Extracted data entries:
____________________
"""The batch engine: pool, cluster and serial analysis agree; cancel and resume; plan
changes re-evaluate the history; failures are reported; the command line's status."""

from __future__ import annotations

import json
import logging
import math
import shutil
import signal
import threading

import numpy as np
import pytest
import scipy.stats

from engine import batch, pipeline
from engine.alarms.plan import AlarmPlan, Band
from engine.archive import create_archive, open_archive
from engine.batch import apply_plan, check_settings, reprocess
from engine.batch_journal import JOURNAL_FILE
from engine.batch_view import ArchiveView
from engine.batch_input import BatchSummary
from engine.cli import main
from engine.commands.batch_cmds import exit_status, stop_on_interrupt
from engine.demo_plant import PLANT, demo_recording
from engine.errors import ArchiveError, InputError
from engine.kinematics import model_from_demo

pytestmark = pytest.mark.filterwarnings("ignore::engine.errors.EngineWarning")

SITE = PLANT.site
#: B-301 has an axial point (its 1×/2× feed the radial points' misalignment finding)
#: and its motor change in week 10 makes the later runs differ from the earlier ones.
MACHINE = "B-301"
WEEKS = (8, 9, 10, 11)
AXIAL = f"{SITE}/{MACHINE}/blower DE A"
RADIAL = f"{SITE}/{MACHINE}/blower DE H"
#: The pooled batch is stopped once this many runs are back.
STOP_AFTER = 5


@pytest.fixture(scope="module")
def base(tmp_path_factory):
    """12 runs of 1 s (3 points × 4 weeks), imported but not analysed."""
    path = tmp_path_factory.mktemp("batch") / "base.shaftwatch"
    m = PLANT.machine(MACHINE)
    with create_archive(path, plant_name="Batch Works") as arc:
        arc.add_site(SITE)
        arc.add_machine(SITE, m.tag, nominal_rpm=m.nominal_rpm, iso_group=m.iso_group,
                        foundation=m.foundation, ratios=dict(m.shafts))
        for p in m.points:
            # 400 lines at 1 kHz: a 0.4 s frame, so that a 1 s run holds averages.
            arc.add_point(SITE, m.tag, p.name, location=p.location, shaft=p.shaft,
                          direction=p.direction, unit="g", fmax_hz=1000.0, lines=400)
        arc.set_machine_model(SITE, m.tag, model_from_demo(m))
        for week in WEEKS:
            for p in m.points:
                rec = demo_recording(m.tag, p.name, week, duration_s=1.0)
                arc.import_recording(rec, f"{SITE}/{m.tag}/{p.name}", taken=rec.taken,
                                     rpm=rec.rpm)
    return path


def _copy(src, tmp_path, name):
    dst = tmp_path / name
    shutil.copytree(src, dst)
    return dst


@pytest.fixture(scope="module")
def serial(base, tmp_path_factory):
    """The base archive analysed and evaluated serially by engine.pipeline."""
    path = tmp_path_factory.mktemp("serial") / "serial.shaftwatch"
    shutil.copytree(base, path)
    with open_archive(path, mode="w") as arc:
        done, problems = pipeline.analyse_runs(arc, [r.run_id for r in arc.runs()])
        assert len(done) == 12 and problems == []
        pipeline.evaluate_points(arc)
    return path


@pytest.fixture(scope="module")
def pooled(base, tmp_path_factory):
    """The base archive reprocessed by a local pool of two processes, stopped once
    five runs are back, then continued by the same command (in this process).

    Returns the path, the two summaries and the results files' modification times
    (ns) of the runs done before the stop, taken just after it.
    """
    path = tmp_path_factory.mktemp("pooled") / "pooled.shaftwatch"
    shutil.copytree(base, path)
    seen = []
    stopped = reprocess(path, workers=2, progress=lambda d, t, text: seen.append(d),
                        cancel=lambda: bool(seen) and seen[-1] >= STOP_AFTER)
    journal = json.loads((path / JOURNAL_FILE).read_text(encoding="utf-8"))
    with open_archive(path) as arc:
        kept = {rid: arc.results_file(rid).stat().st_mtime_ns for rid in stopped.done}
        states = {rid: arc.results(rid).state for rid in stopped.done}
    resumed = reprocess(path, workers=1, cancel=threading.Event())
    return path, stopped, resumed, journal, kept, states


def _same_results(a, b, *, tol=1e-9):
    """Every run of archive ``a`` has the same results, state and events in ``b``."""
    with open_archive(a) as x, open_archive(b) as y:
        ids = [r.run_id for r in x.runs()]
        assert ids == [r.run_id for r in y.runs()]
        for rid in ids:
            ra, rb = x.results(rid), y.results(rid)
            assert ra is not None and rb is not None, rid
            assert ra.values.keys() == rb.values.keys()
            for k, v in ra.values.items():
                w = rb.values[k]
                assert (math.isnan(v) and math.isnan(w)) or abs(v - w) <= tol * max(1, abs(v)), \
                    (rid, k, v, w)
            assert ra.findings == rb.findings, rid
            assert ra.labelled_peaks == rb.labelled_peaks, rid
            assert ra.envelope_peaks == rb.envelope_peaks, rid
            assert (ra.state, ra.zone, ra.plan_digest) == (rb.state, rb.zone, rb.plan_digest)
            np.testing.assert_array_equal(ra.spectrum.amplitude, rb.spectrum.amplitude)
            assert ra.settings["spectrum"] == rb.settings["spectrum"]
        assert [(e.point, e.run_id, e.band, e.state) for e in x.events()] == \
            [(e.point, e.run_id, e.band, e.state) for e in y.events()]
        return ids


def test_pool_gives_the_serial_results_run_for_run(serial, pooled):
    path, stopped, summary = pooled[:3]
    assert stopped.where.startswith("process pool") and stopped.workers == 2
    assert len(summary.done) + len(stopped.done) == 12 and summary.failed == []
    assert not summary.cancelled and set(summary.states.values()) <= {"ok", "alert", "danger"}
    # First principles: the analysis is deterministic, so where it runs must not
    # change a value, a finding or a state.
    ids = _same_results(serial, path)
    assert not (path / JOURNAL_FILE).exists()          # a finished batch leaves none
    # The axial companion reached the radial runs: findings that need it are the same
    # as the serial ones above; here check that the radial point has findings at all.
    with open_archive(path) as arc:
        assert any(arc.results(r.run_id).findings for r in arc.runs(RADIAL))
        r = arc.results(ids[0])
        rec, _ = arc.read_run(ids[0])
    # Reference implementation: Pearson kurtosis is scipy.stats.kurtosis(fisher=False).
    x = rec.channels[0].samples
    assert r.values["kurtosis"] == pytest.approx(scipy.stats.kurtosis(x, fisher=False),
                                                 rel=1e-9)


def test_a_second_batch_leaves_current_results_alone(pooled, tmp_path):
    path = _copy(pooled[0], tmp_path, "again.shaftwatch")
    mtimes = {p: p.stat().st_mtime_ns for p in (path / "results").rglob("*.h5")}
    summary = reprocess(path, workers=1)
    assert summary.done == [] and len(summary.skipped) == 12
    assert {p: p.stat().st_mtime_ns for p in mtimes} == mtimes
    # Other settings make the runs out of date: analysed again with them.
    summary = reprocess(path, workers=1, points=[AXIAL], settings={"lines": 200})
    assert len(summary.done) == 4
    with open_archive(path) as arc:
        assert {arc.results(r.run_id).spectrum.lines for r in arc.runs(AXIAL)} == {200}
    again = reprocess(path, workers=1, points=[AXIAL], settings={"lines": 200})
    assert again.done == [] and len(again.skipped) == 4


def test_cancel_then_resume_finishes_without_redoing(pooled):
    path, stopped, resumed, journal, kept, states = pooled
    assert stopped.cancelled and stopped.left > 0 and stopped.failed == []
    first = set(stopped.done)
    # The runs in flight when the cancel came (at most two per worker) were finished
    # and kept, and are listed in the journal.
    assert STOP_AFTER <= len(first) <= STOP_AFTER + 4
    assert set(journal["done"]) == first
    # Every run kept got its state: the points were evaluated on the way out.
    assert all(states.values())
    assert set(resumed.skipped) == first and len(resumed.done) == 12 - len(first)
    assert not set(resumed.done) & first and not resumed.cancelled
    assert any("continuing a stopped batch" in n for n in resumed.notes)
    with open_archive(path) as arc:
        assert {rid: arc.results_file(rid).stat().st_mtime_ns for rid in first} == kept


def test_cancel_in_this_process_stops_at_once(base, tmp_path):
    path = _copy(base, tmp_path, "inline-stop.shaftwatch")
    seen = []
    summary = reprocess(path, workers=1, progress=lambda d, t, text: seen.append(d),
                        cancel=lambda: bool(seen) and seen[-1] >= 3)
    assert summary.cancelled and len(summary.done) == 3 and summary.left == 9
    journal = json.loads((path / JOURNAL_FILE).read_text(encoding="utf-8"))
    assert journal["done"] == summary.done


def test_a_journal_of_other_parameters_is_replaced(base, tmp_path):
    path = _copy(base, tmp_path, "other.shaftwatch")
    seen = []
    reprocess(path, workers=1, points=[AXIAL], progress=lambda d, t, x: seen.append(d),
              cancel=lambda: bool(seen) and seen[-1] >= 2)
    old = json.loads((path / JOURNAL_FILE).read_text(encoding="utf-8"))
    assert len(old["done"]) == 2
    summary = reprocess(path, workers=1, points=[AXIAL], settings={"lines": 200})
    assert any("other parameters" in n for n in summary.notes)
    assert len(summary.done) == 4 and summary.skipped == []
    assert not (path / JOURNAL_FILE).exists()
    (path / JOURNAL_FILE).write_text("{half a journal", encoding="utf-8")
    summary = reprocess(path, workers=1, points=[AXIAL], settings={"lines": 200})
    assert any("not a readable batch journal" in n for n in summary.notes)
    assert summary.done == [] and len(summary.skipped) == 4


def test_dask_cluster_gives_the_pool_results(pooled, base, tmp_path):
    distributed = pytest.importorskip(
        "distributed", reason="dask.distributed is not installed (the 'cluster' extra)")
    path = _copy(base, tmp_path, "dask.shaftwatch")
    with distributed.LocalCluster(n_workers=2, threads_per_worker=1, processes=True,
                                  dashboard_address=None,
                                  silence_logs=logging.ERROR) as cluster:
        summary = reprocess(path, scheduler=cluster.scheduler_address)
    assert summary.where.startswith("Dask cluster") and summary.workers == 2
    assert len(summary.done) == 12 and summary.failed == []
    _same_results(pooled[0], path)


def _alert_everywhere_plan(arc, point) -> AlarmPlan:
    """An overall-velocity plan whose alert level is below every run's value."""
    _, v = arc.values(point, "overall_velocity_mm_s")
    return AlarmPlan(name="tight", origin="test", bands=(
        Band(name="overall tight", measure="overall", alert=0.5 * float(v.min()),
             danger=10.0 * float(v.max())),
        Band(name="2x", measure="band_rms", alert=5.0, danger=10.0, low=1.9, high=2.1,
             basis="order")))


@pytest.mark.parametrize("pool", [False, True], ids=["parent", "pool"])
def test_apply_plan_equals_evaluating_from_scratch(serial, tmp_path, monkeypatch, pool):
    path = _copy(serial, tmp_path, "plan.shaftwatch")
    fresh = _copy(serial, tmp_path, "fresh.shaftwatch")
    with open_archive(path) as arc:
        plan = _alert_everywhere_plan(arc, RADIAL)
        before = arc.point_states()[RADIAL]["state"]
    if pool:
        monkeypatch.setattr(batch, "POOL_MIN_REMEASURE", 1)
    summary = apply_plan(path, [RADIAL], plan, workers=2 if pool else 1)
    assert summary.where.startswith("process pool" if pool else "this process")
    assert summary.remeasured == 4 and summary.failed == []
    assert summary.states == {RADIAL: "alert"}
    assert summary.changed == {RADIAL: (before, "alert")} and before == "ok"
    with open_archive(fresh, mode="w") as arc:
        arc.set_plan(RADIAL, plan)
        pipeline.evaluate_points(arc)
    _same_results(fresh, path)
____________________
● Your goal
Could you copy exactly the lines from the first line of the records above through the line containing "from engine.batch import", both included, and nothing else?

● Answer space
"""The batch engine: pool, cluster and serial analysis agree; cancel and resume; plan
changes re-evaluate the history; failures are reported; the command line's status."""

from __future__ import annotations

import json
import logging
import math
import shutil
import signal
import threading

import numpy as np
import pytest
import scipy.stats

from engine import batch, pipeline
from engine.alarms.plan import AlarmPlan, Band
from engine.archive import create_archive, open_archive
from engine.batch import apply_plan, check_settings, reprocess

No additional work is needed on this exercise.